-- Task instructions --
Among the entries that follow, the required portion opens with the line containing "delayMs?: number;" and closes with the line containing "no escape codes).". Give that portion again exactly, and nothing else.

Stored data entries:

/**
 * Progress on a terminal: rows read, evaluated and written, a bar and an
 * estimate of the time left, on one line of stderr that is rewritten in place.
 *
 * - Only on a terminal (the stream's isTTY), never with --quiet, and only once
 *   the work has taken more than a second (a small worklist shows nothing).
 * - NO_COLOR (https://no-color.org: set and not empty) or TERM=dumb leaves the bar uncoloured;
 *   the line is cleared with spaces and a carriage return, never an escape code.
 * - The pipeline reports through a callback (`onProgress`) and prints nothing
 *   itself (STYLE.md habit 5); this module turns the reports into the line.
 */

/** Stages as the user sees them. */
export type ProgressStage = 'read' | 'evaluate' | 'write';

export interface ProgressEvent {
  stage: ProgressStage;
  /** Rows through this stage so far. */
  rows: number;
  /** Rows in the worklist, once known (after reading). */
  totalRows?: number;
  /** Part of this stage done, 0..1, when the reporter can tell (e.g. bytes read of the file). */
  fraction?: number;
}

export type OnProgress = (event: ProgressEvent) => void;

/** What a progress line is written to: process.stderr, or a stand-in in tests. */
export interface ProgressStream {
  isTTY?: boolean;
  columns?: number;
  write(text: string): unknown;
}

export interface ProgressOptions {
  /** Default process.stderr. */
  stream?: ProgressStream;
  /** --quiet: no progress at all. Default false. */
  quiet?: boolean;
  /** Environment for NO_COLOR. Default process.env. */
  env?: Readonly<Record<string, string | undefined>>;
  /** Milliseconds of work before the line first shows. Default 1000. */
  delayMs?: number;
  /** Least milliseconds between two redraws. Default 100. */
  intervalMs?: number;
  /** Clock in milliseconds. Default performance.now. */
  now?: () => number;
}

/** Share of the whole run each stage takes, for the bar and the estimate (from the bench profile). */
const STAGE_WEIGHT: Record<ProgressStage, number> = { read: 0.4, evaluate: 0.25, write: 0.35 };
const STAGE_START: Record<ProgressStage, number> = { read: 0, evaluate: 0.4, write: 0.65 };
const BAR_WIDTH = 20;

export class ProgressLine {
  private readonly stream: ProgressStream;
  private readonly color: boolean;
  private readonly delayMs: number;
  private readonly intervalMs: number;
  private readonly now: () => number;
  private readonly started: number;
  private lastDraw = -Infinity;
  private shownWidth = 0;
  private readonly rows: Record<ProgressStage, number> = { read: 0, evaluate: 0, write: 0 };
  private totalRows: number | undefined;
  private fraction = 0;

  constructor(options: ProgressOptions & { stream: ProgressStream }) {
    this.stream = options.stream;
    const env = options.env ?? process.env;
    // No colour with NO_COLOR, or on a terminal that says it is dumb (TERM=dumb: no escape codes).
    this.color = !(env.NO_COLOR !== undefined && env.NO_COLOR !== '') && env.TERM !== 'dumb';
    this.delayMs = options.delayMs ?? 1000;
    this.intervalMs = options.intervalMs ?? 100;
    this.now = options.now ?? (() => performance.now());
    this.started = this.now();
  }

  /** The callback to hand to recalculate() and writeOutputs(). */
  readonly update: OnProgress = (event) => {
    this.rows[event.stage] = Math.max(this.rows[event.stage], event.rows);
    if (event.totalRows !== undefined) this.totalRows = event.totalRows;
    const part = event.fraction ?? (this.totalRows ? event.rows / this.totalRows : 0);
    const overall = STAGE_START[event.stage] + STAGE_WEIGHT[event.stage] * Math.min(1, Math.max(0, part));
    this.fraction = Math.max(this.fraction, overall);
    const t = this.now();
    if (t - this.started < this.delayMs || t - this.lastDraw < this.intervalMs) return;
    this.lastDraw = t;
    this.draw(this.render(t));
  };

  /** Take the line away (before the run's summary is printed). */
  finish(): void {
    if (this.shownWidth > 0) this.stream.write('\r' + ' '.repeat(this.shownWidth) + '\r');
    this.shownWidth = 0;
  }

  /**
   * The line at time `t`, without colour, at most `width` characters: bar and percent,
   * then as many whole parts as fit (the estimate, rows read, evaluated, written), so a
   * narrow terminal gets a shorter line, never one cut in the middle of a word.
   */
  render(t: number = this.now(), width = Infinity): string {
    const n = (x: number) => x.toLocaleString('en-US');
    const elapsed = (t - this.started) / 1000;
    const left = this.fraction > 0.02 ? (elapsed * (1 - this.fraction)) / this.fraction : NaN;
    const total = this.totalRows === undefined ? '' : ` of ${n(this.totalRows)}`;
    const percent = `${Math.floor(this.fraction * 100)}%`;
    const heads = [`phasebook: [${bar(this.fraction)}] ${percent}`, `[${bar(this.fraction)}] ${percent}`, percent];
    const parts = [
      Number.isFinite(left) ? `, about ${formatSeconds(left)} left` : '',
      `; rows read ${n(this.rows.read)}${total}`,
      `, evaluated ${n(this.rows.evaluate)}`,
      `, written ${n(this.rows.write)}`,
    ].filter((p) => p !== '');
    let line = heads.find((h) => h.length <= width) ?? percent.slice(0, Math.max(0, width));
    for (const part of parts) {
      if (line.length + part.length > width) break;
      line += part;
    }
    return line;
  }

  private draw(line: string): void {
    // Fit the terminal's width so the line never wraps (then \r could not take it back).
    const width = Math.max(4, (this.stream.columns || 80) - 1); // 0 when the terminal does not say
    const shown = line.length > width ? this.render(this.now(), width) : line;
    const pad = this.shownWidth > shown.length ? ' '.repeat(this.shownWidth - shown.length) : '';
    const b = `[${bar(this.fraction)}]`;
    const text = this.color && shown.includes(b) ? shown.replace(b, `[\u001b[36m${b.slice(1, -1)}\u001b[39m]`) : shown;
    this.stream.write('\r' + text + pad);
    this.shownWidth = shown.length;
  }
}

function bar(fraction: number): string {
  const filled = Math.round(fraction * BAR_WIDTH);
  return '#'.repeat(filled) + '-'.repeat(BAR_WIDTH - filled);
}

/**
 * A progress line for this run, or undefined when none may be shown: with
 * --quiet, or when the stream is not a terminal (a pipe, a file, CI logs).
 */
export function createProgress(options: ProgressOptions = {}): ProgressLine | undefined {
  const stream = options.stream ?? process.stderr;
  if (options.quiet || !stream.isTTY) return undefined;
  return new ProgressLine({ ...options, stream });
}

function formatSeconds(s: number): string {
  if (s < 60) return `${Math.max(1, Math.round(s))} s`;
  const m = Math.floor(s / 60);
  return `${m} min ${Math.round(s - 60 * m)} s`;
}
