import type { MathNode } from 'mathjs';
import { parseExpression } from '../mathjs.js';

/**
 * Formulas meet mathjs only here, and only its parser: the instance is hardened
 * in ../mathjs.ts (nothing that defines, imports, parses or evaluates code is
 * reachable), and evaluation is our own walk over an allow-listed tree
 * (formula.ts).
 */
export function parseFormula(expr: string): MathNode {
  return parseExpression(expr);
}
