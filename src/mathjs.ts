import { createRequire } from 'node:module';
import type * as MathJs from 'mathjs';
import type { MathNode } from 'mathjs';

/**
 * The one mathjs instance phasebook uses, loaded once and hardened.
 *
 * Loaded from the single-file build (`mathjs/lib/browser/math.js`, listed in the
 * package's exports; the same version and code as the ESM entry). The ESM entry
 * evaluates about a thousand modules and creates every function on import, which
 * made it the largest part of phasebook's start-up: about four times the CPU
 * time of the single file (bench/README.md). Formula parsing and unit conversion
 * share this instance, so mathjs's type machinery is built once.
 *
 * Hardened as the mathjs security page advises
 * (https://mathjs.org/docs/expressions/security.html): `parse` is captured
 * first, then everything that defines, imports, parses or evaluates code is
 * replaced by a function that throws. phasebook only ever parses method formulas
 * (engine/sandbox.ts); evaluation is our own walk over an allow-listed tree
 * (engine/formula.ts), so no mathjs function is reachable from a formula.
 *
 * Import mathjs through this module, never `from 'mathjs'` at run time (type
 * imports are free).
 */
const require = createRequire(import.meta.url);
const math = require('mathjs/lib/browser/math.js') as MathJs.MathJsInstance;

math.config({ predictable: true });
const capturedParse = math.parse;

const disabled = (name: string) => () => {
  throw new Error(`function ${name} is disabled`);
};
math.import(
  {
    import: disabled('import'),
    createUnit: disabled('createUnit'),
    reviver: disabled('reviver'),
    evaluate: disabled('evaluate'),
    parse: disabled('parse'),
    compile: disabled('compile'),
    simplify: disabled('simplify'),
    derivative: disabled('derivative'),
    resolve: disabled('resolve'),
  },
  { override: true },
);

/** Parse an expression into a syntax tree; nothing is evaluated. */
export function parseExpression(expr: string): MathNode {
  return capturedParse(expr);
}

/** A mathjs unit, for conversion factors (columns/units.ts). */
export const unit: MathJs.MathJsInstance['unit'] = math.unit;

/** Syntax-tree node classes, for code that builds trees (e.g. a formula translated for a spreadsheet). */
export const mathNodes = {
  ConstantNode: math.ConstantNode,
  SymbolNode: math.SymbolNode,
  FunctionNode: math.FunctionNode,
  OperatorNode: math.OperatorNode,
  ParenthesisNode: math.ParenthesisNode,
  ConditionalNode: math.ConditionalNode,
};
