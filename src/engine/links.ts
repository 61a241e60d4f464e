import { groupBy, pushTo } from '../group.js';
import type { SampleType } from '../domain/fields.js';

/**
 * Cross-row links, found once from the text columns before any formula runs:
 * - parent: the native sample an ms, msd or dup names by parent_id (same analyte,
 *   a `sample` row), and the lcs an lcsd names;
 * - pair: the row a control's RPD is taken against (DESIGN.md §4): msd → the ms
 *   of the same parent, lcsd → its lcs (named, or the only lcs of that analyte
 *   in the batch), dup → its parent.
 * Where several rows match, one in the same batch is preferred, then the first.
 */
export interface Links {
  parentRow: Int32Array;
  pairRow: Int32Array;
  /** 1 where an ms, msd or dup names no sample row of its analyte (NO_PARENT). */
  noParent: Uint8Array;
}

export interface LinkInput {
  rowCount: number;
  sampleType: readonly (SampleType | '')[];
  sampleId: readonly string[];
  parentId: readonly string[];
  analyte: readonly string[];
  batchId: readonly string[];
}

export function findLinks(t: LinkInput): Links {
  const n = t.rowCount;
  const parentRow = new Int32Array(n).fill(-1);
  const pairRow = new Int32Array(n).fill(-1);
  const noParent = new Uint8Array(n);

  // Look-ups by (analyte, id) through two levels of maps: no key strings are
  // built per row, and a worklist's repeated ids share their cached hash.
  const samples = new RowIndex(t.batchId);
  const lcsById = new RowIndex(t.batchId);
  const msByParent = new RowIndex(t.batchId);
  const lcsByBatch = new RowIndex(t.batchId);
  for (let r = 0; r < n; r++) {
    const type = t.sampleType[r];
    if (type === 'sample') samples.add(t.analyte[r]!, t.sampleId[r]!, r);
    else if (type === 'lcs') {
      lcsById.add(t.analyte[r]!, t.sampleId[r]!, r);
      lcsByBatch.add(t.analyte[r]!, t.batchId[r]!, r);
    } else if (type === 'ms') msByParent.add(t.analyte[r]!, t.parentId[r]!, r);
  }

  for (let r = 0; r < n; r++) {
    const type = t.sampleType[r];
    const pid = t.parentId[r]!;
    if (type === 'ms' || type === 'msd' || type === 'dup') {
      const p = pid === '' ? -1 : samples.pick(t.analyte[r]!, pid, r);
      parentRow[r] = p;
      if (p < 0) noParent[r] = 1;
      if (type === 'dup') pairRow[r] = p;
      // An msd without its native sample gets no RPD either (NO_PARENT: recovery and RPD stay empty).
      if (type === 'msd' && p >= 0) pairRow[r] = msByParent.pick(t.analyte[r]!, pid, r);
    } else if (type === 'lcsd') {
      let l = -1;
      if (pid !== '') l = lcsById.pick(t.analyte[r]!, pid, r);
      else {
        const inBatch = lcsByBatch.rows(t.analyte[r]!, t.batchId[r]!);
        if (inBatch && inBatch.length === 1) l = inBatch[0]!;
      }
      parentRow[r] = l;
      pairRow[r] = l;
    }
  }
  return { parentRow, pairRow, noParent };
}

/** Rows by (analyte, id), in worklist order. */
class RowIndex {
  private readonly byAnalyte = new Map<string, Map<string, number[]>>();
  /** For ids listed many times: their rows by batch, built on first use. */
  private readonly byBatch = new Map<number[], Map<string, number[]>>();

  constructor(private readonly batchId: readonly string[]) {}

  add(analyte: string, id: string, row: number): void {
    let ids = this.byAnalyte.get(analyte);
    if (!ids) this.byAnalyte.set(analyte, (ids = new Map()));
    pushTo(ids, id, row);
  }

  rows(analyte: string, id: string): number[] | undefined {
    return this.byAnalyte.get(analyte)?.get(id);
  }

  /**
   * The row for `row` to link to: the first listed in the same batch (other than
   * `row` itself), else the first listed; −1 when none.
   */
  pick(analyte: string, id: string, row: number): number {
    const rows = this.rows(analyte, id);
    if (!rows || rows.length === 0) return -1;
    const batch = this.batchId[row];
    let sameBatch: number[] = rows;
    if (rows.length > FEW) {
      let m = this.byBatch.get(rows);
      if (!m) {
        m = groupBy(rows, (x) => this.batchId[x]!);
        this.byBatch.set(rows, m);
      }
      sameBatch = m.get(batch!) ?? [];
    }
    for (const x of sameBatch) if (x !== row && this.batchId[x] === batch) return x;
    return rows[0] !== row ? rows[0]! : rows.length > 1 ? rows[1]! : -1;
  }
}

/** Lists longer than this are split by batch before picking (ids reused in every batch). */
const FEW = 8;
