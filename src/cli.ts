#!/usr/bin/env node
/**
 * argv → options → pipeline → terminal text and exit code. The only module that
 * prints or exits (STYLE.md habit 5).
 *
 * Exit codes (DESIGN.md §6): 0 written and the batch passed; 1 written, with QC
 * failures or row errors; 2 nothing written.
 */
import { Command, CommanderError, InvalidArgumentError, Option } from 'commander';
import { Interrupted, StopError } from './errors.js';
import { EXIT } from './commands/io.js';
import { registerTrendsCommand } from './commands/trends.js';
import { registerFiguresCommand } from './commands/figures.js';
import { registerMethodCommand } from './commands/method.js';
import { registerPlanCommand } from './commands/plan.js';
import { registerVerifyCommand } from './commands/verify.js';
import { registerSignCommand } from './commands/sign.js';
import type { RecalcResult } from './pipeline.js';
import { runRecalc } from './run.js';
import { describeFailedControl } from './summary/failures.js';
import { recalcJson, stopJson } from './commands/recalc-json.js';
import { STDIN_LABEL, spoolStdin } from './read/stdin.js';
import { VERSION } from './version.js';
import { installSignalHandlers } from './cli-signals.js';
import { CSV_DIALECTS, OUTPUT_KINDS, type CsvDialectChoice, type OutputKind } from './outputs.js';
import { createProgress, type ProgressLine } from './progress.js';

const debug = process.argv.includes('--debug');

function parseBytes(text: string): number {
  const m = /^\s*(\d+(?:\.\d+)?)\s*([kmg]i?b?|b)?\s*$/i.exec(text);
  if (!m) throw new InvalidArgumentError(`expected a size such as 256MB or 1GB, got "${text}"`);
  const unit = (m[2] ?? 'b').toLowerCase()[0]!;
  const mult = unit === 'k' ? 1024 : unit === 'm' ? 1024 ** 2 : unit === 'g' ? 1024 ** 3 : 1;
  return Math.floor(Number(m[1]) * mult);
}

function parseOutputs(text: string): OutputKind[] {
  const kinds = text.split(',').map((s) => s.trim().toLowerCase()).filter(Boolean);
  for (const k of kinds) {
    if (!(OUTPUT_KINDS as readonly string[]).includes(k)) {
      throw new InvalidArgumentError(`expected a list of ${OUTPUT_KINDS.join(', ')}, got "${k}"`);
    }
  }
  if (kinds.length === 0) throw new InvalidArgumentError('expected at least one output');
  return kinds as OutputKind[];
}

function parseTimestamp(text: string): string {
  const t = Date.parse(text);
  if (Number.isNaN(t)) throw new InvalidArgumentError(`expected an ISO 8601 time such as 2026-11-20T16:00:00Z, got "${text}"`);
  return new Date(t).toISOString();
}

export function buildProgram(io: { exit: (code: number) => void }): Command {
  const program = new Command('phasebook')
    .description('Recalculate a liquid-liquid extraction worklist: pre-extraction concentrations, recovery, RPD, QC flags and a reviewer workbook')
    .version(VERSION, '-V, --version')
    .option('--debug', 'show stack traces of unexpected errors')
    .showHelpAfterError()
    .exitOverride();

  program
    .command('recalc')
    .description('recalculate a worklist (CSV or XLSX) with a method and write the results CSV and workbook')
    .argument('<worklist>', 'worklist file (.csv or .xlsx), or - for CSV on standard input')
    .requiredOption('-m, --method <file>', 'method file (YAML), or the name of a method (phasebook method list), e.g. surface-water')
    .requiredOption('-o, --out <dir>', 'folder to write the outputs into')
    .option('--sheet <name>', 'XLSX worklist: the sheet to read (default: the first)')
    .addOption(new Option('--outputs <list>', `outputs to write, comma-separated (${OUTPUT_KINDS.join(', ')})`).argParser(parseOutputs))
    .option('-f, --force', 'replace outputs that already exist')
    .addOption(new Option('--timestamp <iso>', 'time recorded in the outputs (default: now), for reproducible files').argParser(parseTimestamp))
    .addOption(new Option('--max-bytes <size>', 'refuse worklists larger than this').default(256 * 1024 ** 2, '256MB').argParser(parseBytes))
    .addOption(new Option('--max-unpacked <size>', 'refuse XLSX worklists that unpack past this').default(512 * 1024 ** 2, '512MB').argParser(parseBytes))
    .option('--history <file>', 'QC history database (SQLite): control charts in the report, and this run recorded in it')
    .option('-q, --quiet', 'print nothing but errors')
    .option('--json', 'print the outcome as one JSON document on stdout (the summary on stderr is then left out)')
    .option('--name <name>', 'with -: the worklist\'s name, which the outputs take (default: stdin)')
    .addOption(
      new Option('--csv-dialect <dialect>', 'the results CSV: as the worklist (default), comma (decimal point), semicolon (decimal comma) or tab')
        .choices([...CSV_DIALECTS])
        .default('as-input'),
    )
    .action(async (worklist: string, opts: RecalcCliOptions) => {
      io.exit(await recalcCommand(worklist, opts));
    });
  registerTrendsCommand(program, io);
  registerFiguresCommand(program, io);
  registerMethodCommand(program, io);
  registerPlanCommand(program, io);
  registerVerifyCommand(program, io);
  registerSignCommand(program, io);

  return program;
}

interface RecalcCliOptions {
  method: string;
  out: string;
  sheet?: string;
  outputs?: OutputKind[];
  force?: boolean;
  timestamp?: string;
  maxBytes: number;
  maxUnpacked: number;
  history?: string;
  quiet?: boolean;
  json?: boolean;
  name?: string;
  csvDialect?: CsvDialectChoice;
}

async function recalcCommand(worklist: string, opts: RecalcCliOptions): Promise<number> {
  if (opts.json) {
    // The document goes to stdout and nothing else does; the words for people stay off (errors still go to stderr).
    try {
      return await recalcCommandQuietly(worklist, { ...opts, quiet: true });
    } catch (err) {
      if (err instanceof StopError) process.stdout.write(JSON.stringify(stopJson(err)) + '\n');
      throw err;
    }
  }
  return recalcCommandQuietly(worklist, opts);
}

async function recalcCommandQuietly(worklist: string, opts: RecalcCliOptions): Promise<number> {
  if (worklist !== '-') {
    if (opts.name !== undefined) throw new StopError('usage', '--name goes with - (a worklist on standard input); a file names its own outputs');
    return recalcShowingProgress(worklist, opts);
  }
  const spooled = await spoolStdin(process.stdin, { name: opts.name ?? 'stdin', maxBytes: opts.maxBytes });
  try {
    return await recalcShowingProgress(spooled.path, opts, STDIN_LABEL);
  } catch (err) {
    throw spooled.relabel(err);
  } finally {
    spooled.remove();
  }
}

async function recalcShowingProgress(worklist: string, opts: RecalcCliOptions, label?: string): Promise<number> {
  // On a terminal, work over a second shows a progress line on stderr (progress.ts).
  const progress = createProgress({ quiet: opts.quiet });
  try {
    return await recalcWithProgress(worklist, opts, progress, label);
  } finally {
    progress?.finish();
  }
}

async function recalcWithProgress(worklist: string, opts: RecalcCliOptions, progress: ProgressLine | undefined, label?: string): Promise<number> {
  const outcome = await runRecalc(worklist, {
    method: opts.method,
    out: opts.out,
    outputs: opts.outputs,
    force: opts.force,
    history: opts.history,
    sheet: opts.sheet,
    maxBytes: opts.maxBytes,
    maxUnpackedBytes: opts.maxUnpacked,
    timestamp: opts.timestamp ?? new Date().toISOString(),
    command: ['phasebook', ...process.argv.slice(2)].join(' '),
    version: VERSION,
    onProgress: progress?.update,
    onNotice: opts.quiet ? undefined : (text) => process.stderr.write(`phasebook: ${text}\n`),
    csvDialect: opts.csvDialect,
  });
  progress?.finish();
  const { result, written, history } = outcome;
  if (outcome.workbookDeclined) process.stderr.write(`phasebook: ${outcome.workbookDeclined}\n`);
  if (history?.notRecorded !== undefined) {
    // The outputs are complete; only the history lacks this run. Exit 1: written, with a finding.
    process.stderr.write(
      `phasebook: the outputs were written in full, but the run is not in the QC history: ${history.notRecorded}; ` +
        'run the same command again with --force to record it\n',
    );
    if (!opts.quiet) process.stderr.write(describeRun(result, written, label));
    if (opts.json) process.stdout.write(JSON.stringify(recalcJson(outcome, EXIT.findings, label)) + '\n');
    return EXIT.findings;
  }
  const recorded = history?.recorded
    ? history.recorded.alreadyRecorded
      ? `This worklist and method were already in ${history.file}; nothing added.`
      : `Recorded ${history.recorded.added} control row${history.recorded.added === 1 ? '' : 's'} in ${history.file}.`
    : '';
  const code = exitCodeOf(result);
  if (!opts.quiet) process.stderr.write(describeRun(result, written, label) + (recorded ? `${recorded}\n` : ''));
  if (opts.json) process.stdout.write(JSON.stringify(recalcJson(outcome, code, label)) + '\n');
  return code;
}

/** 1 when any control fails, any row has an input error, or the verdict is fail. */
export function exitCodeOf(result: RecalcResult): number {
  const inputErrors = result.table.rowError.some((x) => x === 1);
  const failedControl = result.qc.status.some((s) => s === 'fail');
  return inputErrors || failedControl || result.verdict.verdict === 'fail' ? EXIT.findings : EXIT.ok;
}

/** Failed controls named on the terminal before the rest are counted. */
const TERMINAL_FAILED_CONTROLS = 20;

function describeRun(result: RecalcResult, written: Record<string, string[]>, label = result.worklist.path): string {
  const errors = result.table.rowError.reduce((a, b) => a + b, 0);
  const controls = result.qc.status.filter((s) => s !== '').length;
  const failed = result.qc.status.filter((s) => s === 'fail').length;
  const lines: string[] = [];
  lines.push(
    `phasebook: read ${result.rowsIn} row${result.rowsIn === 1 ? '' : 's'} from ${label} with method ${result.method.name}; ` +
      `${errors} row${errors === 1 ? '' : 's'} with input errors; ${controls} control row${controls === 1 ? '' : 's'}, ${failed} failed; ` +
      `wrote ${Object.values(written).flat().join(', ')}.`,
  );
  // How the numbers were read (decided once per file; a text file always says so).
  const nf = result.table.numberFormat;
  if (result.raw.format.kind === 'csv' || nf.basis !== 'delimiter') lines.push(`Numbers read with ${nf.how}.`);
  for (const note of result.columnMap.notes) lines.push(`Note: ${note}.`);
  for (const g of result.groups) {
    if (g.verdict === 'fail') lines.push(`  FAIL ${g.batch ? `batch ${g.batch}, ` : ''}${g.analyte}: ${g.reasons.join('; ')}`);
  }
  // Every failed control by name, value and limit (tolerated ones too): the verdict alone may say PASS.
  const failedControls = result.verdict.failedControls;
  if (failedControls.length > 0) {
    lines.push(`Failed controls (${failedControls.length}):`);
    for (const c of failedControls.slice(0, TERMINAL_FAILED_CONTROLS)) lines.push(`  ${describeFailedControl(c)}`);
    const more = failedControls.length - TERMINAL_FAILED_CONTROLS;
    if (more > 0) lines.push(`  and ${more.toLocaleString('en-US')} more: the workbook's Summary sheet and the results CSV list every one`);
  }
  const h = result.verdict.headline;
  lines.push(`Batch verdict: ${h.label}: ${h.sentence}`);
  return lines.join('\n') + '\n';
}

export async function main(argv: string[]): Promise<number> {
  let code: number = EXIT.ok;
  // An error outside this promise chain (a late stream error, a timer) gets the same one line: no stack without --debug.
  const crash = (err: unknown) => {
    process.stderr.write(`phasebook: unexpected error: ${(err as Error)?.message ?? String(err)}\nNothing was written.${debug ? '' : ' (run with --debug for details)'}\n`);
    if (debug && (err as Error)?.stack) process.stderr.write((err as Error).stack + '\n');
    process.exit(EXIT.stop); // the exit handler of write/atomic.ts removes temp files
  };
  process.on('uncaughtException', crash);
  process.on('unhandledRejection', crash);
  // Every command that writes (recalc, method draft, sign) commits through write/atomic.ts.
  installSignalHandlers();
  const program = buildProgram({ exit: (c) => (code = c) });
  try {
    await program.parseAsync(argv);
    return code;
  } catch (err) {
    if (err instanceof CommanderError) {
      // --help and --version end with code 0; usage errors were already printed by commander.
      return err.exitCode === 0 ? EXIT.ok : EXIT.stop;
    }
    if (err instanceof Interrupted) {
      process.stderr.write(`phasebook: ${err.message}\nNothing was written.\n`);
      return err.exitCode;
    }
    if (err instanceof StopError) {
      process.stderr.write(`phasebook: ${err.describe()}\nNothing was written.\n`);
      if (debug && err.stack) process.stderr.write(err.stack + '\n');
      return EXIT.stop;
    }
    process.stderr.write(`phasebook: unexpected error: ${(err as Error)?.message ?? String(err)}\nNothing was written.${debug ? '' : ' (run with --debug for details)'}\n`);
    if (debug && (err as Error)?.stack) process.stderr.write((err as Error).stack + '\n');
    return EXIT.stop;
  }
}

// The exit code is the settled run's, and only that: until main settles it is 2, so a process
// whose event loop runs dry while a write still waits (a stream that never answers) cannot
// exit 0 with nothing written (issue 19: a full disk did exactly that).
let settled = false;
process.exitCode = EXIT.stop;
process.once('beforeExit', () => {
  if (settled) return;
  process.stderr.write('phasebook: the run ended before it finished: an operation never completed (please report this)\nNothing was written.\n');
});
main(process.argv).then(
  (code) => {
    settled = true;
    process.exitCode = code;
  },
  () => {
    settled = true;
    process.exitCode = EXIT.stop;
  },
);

-- Result --
  delayMs?: number;
  /** Least milliseconds between two redraws. Default 100. */
  intervalMs?: number;
  /** Clock in milliseconds. Default performance.now. */
  now?: () => number;
}

/** Share of the whole run each stage takes, for the bar and the estimate (from the bench profile). */
const STAGE_WEIGHT: Record<ProgressStage, number> = { read: 0.4, evaluate: 0.25, write: 0.35 };
const STAGE_START: Record<ProgressStage, number> = { read: 0, evaluate: 0.4, write: 0.65 };
const BAR_WIDTH = 20;

export class ProgressLine {
  private readonly stream: ProgressStream;
  private readonly color: boolean;
  private readonly delayMs: number;
  private readonly intervalMs: number;
  private readonly now: () => number;
  private readonly started: number;
  private lastDraw = -Infinity;
  private shownWidth = 0;
  private readonly rows: Record<ProgressStage, number> = { read: 0, evaluate: 0, write: 0 };
  private totalRows: number | undefined;
  private fraction = 0;

  constructor(options: ProgressOptions & { stream: ProgressStream }) {
    this.stream = options.stream;
    const env = options.env ?? process.env;
    // No colour with NO_COLOR, or on a terminal that says it is dumb (TERM=dumb: no escape codes).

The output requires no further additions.